Whidbey Island Music Festival celebrates its 10th Anniversary Aug. 14–16

Posted in Community News, Festivals, Music

August 11, 2015

The Whidbey Island Music Festival is delighted to announce its tenth summer season of chamber music concerts. This season will present a wide-ranging series of six performances of four different programs, all on period instruments.

The Whidbey Island Music Festival is a beloved annual event that presents great performances of baroque and classical chamber music in relaxed and intimate venues on beautiful Whidbey Island, with repertoire ranging from Monteverdi to Beethoven and beyond.

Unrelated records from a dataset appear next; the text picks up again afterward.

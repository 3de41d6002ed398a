import { NOTHING_INHERITED } from '#shared/chain/inherit.ts';
import type { BatchFacts } from '#shared/rules/facts.ts';
import type { LinkInput } from '#shared/rules/linkInput.ts';
import { DEFAULT_HOUSE_RULES } from '#shared/rules/resolve.ts';

/** A plain ale of 23 L, fourteen days under beer at 20 °C. */
export const ale = (own: Partial<BatchFacts> & { id: string }): BatchFacts => ({
  volumeL: 23,
  fermentC: 20,
  daysUnderBeer: 14,
  dryHops: [],
  additions: [],
  allergens: [],
  cultures: [],
  ...own,
});

/** The whole cake of one under the other, in a vessel of 32 L. */
export const linkOf = (earlier: BatchFacts, later: BatchFacts): LinkInput => ({
  earlier,
  later,
  pour: {},
  yeast: { kind: 'ale', character: false, fermentMinC: 18, fermentMaxC: 22 },
  vessel: { capacityL: 32, blowOff: false },
  generation: 2,
  inherited: NOTHING_INHERITED,
  rules: DEFAULT_HOUSE_RULES,
});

We bring music of the past four centuries to life with vivid and moving concert performances on period instruments.

• Friday, Aug. 14 at 7:30 p.m. at St. Augustine’s in-the-woods,  5217 Honeymoon Bay Road, Freeland
• Saturday, Aug. 15 at 7:30 p.m. at St. Augustine’s in-the-woods
• Sunday, Aug. 16 at 2 p.m. at Greenbank Farm, 765 Wonn Road, A 201, Greenbank

Program III – Bach Cantatas
Aug. 14, 7:30 p.m. at St. Augustine’s in-the-woods
Aug. 16, 2 p.m. at Greenbank Farm

Ach, daß ich Wassers g’nug hätte
— Johann Christoph Bach (1642-1703)

Himmelskönig, sei willkommen, BWV 182
— Johann Sebastian Bach (1685-1750)

Gottes Zeit ist die allerbeste Zeit, BWV 106
— Johann Sebastian Bach

Johann Christoph Bach, J.S. Bach’s uncle, was the organist at St. Georg’s in Eisenach where young Johann grew up. He was revered among the Bach family as a “profound composer.” J.S. Bach contributed the following to his uncle’s obituary: … he “was as good at inventing beautiful thoughts as he was at expressing words. He composed, to the extent that current taste permitted, in a galant and cantabile style, uncommonly full-textured… On the organ and the keyboard [he] never played with fewer than five independent parts.” This wrenchingly expressive solo cantata for alto is among J.C Bach’s few surviving works.

Bach’s Cantata 106 begins with an opening Sinfonia scored for recorders, gambas and continuo, and is one of the most mournfully poignant works in all of the cantatas. Cantata 182 is a joyful celebration of Jesus’ entry into Jerusalem.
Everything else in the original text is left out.